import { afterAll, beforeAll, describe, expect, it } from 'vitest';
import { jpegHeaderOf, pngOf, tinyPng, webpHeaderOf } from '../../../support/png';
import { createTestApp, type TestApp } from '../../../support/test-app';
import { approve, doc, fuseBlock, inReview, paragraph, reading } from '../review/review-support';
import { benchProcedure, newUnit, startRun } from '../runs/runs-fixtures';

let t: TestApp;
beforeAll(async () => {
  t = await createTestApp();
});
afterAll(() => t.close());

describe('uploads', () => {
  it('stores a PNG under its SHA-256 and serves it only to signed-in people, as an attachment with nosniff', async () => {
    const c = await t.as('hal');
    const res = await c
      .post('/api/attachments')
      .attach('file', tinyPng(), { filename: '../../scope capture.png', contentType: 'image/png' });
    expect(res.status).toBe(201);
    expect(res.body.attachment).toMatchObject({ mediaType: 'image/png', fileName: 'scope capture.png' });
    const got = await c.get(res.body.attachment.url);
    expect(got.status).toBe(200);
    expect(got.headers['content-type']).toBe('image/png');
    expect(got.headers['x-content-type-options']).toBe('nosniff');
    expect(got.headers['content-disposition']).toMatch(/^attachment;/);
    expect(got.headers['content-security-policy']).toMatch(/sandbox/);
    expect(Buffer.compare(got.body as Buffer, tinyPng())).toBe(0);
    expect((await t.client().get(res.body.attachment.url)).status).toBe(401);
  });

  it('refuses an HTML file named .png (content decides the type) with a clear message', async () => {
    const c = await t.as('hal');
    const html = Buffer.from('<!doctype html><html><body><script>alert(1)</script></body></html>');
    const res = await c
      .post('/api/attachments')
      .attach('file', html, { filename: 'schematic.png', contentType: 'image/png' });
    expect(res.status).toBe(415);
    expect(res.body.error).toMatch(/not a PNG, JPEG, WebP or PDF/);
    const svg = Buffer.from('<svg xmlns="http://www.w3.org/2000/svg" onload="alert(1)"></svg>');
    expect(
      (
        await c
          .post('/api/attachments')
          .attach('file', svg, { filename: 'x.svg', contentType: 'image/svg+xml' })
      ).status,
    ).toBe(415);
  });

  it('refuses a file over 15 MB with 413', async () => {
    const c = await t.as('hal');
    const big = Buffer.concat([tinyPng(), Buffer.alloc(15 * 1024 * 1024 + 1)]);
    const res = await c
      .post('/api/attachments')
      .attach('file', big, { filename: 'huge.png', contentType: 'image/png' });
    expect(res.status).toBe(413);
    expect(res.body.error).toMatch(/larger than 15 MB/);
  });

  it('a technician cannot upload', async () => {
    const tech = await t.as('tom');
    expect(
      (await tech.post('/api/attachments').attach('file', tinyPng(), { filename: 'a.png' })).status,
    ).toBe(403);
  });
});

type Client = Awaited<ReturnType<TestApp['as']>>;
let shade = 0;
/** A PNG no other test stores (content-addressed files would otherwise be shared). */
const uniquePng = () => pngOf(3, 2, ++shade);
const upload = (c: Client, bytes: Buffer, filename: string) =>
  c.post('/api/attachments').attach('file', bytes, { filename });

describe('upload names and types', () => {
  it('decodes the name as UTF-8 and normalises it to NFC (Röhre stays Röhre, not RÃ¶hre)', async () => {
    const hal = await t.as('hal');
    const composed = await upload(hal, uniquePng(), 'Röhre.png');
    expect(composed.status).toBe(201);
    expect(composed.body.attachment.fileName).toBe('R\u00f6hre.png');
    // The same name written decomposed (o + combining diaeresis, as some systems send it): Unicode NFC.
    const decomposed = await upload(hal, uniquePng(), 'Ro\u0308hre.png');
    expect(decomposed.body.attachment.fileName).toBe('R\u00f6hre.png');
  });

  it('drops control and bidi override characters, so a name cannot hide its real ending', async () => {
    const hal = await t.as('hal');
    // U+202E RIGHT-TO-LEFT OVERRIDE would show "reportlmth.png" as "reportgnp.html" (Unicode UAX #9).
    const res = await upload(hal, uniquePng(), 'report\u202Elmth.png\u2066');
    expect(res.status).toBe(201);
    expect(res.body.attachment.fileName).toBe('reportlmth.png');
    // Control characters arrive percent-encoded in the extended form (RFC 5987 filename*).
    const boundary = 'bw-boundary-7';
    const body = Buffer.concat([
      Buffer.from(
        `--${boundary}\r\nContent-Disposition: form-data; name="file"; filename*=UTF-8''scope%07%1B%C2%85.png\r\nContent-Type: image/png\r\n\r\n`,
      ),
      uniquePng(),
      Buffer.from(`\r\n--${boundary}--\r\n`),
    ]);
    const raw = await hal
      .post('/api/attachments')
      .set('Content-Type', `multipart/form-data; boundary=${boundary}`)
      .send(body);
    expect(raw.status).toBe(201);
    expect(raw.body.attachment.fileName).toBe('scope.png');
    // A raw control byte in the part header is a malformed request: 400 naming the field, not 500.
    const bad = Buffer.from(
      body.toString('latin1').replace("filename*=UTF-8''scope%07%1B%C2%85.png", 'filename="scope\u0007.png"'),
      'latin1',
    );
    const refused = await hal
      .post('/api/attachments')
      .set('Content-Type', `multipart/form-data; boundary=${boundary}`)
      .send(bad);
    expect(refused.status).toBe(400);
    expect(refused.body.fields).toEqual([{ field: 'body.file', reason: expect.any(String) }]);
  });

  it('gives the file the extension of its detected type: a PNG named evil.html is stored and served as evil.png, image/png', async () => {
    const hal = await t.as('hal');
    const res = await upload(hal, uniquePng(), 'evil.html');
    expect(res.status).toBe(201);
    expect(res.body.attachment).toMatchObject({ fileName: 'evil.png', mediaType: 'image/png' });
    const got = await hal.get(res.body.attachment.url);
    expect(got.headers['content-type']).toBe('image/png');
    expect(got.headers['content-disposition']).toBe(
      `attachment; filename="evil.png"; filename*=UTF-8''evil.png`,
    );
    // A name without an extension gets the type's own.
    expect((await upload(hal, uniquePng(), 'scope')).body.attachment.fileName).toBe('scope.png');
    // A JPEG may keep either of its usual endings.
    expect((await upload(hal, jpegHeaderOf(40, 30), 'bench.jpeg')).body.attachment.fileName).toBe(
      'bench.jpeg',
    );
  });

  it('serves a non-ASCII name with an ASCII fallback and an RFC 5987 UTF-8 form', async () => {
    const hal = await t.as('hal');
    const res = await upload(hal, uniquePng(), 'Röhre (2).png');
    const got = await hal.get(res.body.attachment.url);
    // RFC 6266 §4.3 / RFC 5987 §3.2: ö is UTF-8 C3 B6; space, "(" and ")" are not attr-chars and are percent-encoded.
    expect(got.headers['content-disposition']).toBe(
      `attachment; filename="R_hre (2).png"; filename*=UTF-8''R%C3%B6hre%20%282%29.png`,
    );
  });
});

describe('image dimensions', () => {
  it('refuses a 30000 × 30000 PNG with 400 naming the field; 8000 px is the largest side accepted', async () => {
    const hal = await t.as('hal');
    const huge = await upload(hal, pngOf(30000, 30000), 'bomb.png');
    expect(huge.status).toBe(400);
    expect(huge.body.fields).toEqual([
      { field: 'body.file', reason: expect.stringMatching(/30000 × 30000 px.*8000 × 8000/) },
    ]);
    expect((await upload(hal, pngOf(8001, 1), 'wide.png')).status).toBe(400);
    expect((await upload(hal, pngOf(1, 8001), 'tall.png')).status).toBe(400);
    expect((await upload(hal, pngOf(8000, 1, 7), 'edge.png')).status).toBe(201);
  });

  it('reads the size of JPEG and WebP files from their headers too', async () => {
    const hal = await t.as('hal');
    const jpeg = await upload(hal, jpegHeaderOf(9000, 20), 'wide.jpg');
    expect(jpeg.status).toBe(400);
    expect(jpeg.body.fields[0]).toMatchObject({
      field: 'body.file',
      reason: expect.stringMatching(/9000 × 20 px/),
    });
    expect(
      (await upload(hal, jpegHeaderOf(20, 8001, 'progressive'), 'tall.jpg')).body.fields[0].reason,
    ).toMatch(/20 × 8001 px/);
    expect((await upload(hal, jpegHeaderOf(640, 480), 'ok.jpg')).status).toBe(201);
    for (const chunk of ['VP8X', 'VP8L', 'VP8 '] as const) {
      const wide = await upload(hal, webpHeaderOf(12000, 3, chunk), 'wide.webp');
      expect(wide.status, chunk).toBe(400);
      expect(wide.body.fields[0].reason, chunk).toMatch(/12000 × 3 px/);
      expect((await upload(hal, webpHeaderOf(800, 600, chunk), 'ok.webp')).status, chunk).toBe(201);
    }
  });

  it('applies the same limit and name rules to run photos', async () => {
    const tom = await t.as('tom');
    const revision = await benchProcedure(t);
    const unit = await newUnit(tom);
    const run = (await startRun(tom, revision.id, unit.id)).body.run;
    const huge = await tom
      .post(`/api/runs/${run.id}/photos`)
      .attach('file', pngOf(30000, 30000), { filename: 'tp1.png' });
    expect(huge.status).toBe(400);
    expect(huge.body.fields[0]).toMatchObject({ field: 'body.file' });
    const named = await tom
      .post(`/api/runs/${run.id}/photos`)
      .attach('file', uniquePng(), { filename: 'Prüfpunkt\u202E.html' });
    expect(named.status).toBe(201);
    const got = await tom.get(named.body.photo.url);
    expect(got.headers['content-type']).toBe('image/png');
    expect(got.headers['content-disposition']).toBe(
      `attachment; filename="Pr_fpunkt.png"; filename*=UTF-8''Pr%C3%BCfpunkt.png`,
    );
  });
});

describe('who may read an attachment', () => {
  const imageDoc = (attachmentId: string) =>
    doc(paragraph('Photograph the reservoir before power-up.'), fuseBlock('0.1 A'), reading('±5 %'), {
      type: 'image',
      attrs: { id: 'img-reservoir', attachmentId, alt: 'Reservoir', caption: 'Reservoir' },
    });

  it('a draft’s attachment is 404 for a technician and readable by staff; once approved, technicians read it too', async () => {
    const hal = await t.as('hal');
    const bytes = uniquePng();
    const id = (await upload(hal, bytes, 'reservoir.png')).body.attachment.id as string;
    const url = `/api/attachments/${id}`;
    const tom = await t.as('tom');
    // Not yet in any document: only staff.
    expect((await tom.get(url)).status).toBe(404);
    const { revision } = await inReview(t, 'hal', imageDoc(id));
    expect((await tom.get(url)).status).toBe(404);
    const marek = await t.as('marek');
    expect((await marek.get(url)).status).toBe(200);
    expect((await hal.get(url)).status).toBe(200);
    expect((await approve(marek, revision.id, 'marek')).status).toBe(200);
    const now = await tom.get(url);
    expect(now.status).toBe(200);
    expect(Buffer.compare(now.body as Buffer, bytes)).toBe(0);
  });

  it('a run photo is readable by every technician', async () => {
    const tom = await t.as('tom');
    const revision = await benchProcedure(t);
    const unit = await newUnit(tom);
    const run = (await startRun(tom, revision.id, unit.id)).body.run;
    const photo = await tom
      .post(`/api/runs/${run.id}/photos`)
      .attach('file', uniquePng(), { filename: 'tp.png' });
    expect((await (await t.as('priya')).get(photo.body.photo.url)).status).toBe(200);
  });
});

★ ★ ★ ★ ★

Only the lines from the first line of the records through the line with "filename: 'schematic.png', contentType: 'image/png'" should be reproduced, exactly and with nothing added.

import { afterAll, beforeAll, describe, expect, it } from 'vitest';
import { jpegHeaderOf, pngOf, tinyPng, webpHeaderOf } from '../../../support/png';
import { createTestApp, type TestApp } from '../../../support/test-app';
import { approve, doc, fuseBlock, inReview, paragraph, reading } from '../review/review-support';
import { benchProcedure, newUnit, startRun } from '../runs/runs-fixtures';

let t: TestApp;
beforeAll(async () => {
  t = await createTestApp();
});
afterAll(() => t.close());

describe('uploads', () => {
  it('stores a PNG under its SHA-256 and serves it only to signed-in people, as an attachment with nosniff', async () => {
    const c = await t.as('hal');
    const res = await c
      .post('/api/attachments')
      .attach('file', tinyPng(), { filename: '../../scope capture.png', contentType: 'image/png' });
    expect(res.status).toBe(201);
    expect(res.body.attachment).toMatchObject({ mediaType: 'image/png', fileName: 'scope capture.png' });
    const got = await c.get(res.body.attachment.url);
    expect(got.status).toBe(200);
    expect(got.headers['content-type']).toBe('image/png');
    expect(got.headers['x-content-type-options']).toBe('nosniff');
    expect(got.headers['content-disposition']).toMatch(/^attachment;/);
    expect(got.headers['content-security-policy']).toMatch(/sandbox/);
    expect(Buffer.compare(got.body as Buffer, tinyPng())).toBe(0);
    expect((await t.client().get(res.body.attachment.url)).status).toBe(401);
  });

  it('refuses an HTML file named .png (content decides the type) with a clear message', async () => {
    const c = await t.as('hal');
    const html = Buffer.from('<!doctype html><html><body><script>alert(1)</script></body></html>');
    const res = await c
      .post('/api/attachments')
      .attach('file', html, { filename: 'schematic.png', contentType: 'image/png' });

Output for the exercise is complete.